The broad smile in his voice told me he’d completely missed the urgency in my voice. No surprise—
Hamilton Donner wasn’t exactly tuned in to other people. He might be Ivy’s brother, and I might have known him since the Donners moved to Heaven a couple of years before it became Heaven, and even gone out with him once in a moment of total insanity, but that didn’t mean I liked him. Almost three years older, he’d been only a year ahead of us at school and had joined the army after graduation. The military had kicked him out—something to do with a bar fight, I’d heard—after five years and he’d drifted around the West Coast for a while before returning to Heaven. I’d heard talk of him dealing drugs and selling goods that “fell off the back of trucks,” but I hadn’t asked Ivy about it. She was still in touch with him, but she’d quit talking about him after his first arrest.

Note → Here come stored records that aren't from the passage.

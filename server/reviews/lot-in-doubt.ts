import { type Db } from '#db/open-database';
import { calibrations, instrumentReviews, reviewLots } from '#db/schema/calibrations';
import { instruments } from '#db/schema/instruments';
import { readings } from '#db/schema/readings';
import { type LotDoubt } from '#shared/contract/calibrations';
import { and, eq, isNull, ne, or } from 'drizzle-orm';
import { inDoubt } from './doubt';

/**
 * Reviews that keep a lot from being released: they have not said what their doubt means for it, or asked that it be
 * measured again or recalled, and a reading in doubt still counts.
 */
export function lotInDoubt(db: Db, lotId: number): LotDoubt[] {
  return db
    .select({ review: instrumentReviews, instrument: instruments, effect: reviewLots.effect, note: reviewLots.note })
    .from(reviewLots)
    .innerJoin(instrumentReviews, eq(instrumentReviews.id, reviewLots.reviewId))
    .innerJoin(calibrations, eq(calibrations.id, instrumentReviews.calibrationId))
    .innerJoin(instruments, eq(instruments.id, calibrations.instrumentId))
    .where(and(eq(reviewLots.lotId, lotId), or(isNull(reviewLots.effect), ne(reviewLots.effect, 'none'))))
    .all()
    .filter(({ review, instrument }) => {
      const doubt = inDoubt({ instrumentId: instrument.id, from: review.doubtFrom, to: review.doubtTo });
      return (
        db
          .select({ id: readings.id })
          .from(readings)
          .where(and(eq(readings.lotId, lotId), doubt))
          .limit(1)
          .get() !== undefined
      );
    })
    .map(({ review, instrument, effect, note }) => ({
      ...{ reviewId: review.id, number: review.number, assetNumber: instrument.assetNumber },
      ...{ effect, note },
    }));
}
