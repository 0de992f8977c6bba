import { type Db } from '#db/open-database';
import { instrumentReviews, reviewLots } from '#db/schema/calibrations';
import { record } from '#server/audit/record';
import { type Caller } from '#server/caller';
import { type Context } from '#server/context';
import { Conflict, holdVersion, NotFound } from '#server/problems';
import { type assessReviewLot, type Review } from '#shared/contract/calibrations';
import { and, eq, isNull } from 'drizzle-orm';
import type * as z from 'zod';
import { findReview, findReviewRow, type ReviewRow } from './review-view';

interface Named {
  id: number;
  version: number;
}

/** The review as it stands, open and at the version named. */
function openReviewRow(db: Db, { id, version }: Named): ReviewRow {
  const row = findReviewRow(db, id);
  if (row.closedAt !== null) throw new Conflict('review-closed', `${row.number} is closed; it changes no more.`);
  holdVersion('The review', row.version, version);
  return row;
}

/** Says what the doubt means for one lot. */
export function assessLot(
  { db, clock }: Context,
  caller: Caller,
  named: Named & { lotId: number },
  { effect, note }: z.output<(typeof assessReviewLot)['body']>,
): Review {
  return db.transaction((tx) => {
    const at = clock.now();
    const row = openReviewRow(tx, named);
    const of = and(eq(reviewLots.reviewId, row.id), eq(reviewLots.lotId, named.lotId));
    const before = tx.select().from(reviewLots).where(of).get();
    if (!before) throw new NotFound('This lot of the review');
    tx.update(reviewLots).set({ effect, note, assessedById: caller.id, assessedAt: at.toISOString() }).where(of).run();
    tx.update(instrumentReviews)
      .set({ version: row.version + 1 })
      .where(eq(instrumentReviews.id, row.id))
      .run();
    record(tx, {
      at,
      person: caller,
      action: 'assessed',
      subject: 'review',
      subjectId: row.id,
      before: { lot: named.lotId, effect: before.effect, note: before.note },
      after: { lot: named.lotId, effect, note },
    });
    return findReview(tx, row.id);
  });
}

/** Closes a review of which every lot is assessed; its instrument may then come back into service. */
export function closeReview({ db, clock }: Context, caller: Caller, named: Named, conclusion: string): Review {
  return db.transaction((tx) => {
    const at = clock.now();
    const row = openReviewRow(tx, named);
    const left = tx
      .select({ lotId: reviewLots.lotId })
      .from(reviewLots)
      .where(and(eq(reviewLots.reviewId, row.id), isNull(reviewLots.effect)))
      .all().length;
    if (left > 0)
      throw new Conflict(
        'lots-not-assessed',
        `${left === 1 ? 'One lot is' : `${left} lots are`} not assessed yet; say of each what the doubt means for it.`,
      );
    const closed = { closedAt: at.toISOString(), closedById: caller.id, conclusion };
    tx.update(instrumentReviews)
      .set({ ...closed, version: row.version + 1 })
      .where(eq(instrumentReviews.id, row.id))
      .run();
    const change = { action: 'closed', subject: 'review', subjectId: row.id, after: { conclusion } };
    record(tx, { at, person: caller, ...change });
    return findReview(tx, row.id);
  });
}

“I knew you’d come around eventually, sugar. Drinks Friday night at Rollie’s? And then we—”

I cut in on his recital of hot date activities, which probably included a monster truck rally and a tobacco-spitting contest. “Ham, Ivy’s sick. Really sick. An ambulance just took her to St. Mary’s.”

“What?”

“I was meeting her at her house and I found her passed out in the hall.”

“Drunk? Overdose?”

Sudden fury that he would judge Ivy by his own low standards made me snap. “No. Ill. Ill enough to maybe die. So stop being an ass and get to the hospital. I’m on my way there now.” I hung up and pressed the accelerator to the floor.

*   *   *

I swept into the hospital forty minutes later, having been delayed by roadwork. I was sweaty from jogging from the far corner of the parking lot, and the air-conditioned lobby felt like a walk-in freezer. Heavenly. The cool air on my damp skin gave me such a sense of well-being that for a moment I was sure Ivy was going to be all right. I’d gotten myself in a tizzy over nothing. She was probably tucked up in a hospital bed with an IV for dehydration, sleeping off the aftereffects of food poisoning. Her cantaloupe might have been contaminated with listeria—hadn’t there been a big problem with that last summer?—so maybe the docs were giving her antibiotics, too. I hurried to the information desk and gave the volunteer Ivy’s name, ready to hear that she had been moved from the ER to a room, and hoping she could have visitors.

Brooke hurried in while the volunteer was typing in Ivy’s name. “Lola called. Is Ivy okay?” Concern creased her face.

“Oh.”

We swung to face the volunteer. Her kindly, wrinkled face was surrounded by a graying halo of crinkly hair. She pursed full lips. “Um. Well, yes. Ivy Donner, you said? Are you relatives?” She looked from me to Brooke.

“Friends,” I said tersely, made uneasy by her obvious discomfort. “How’s Ivy? Where is she?”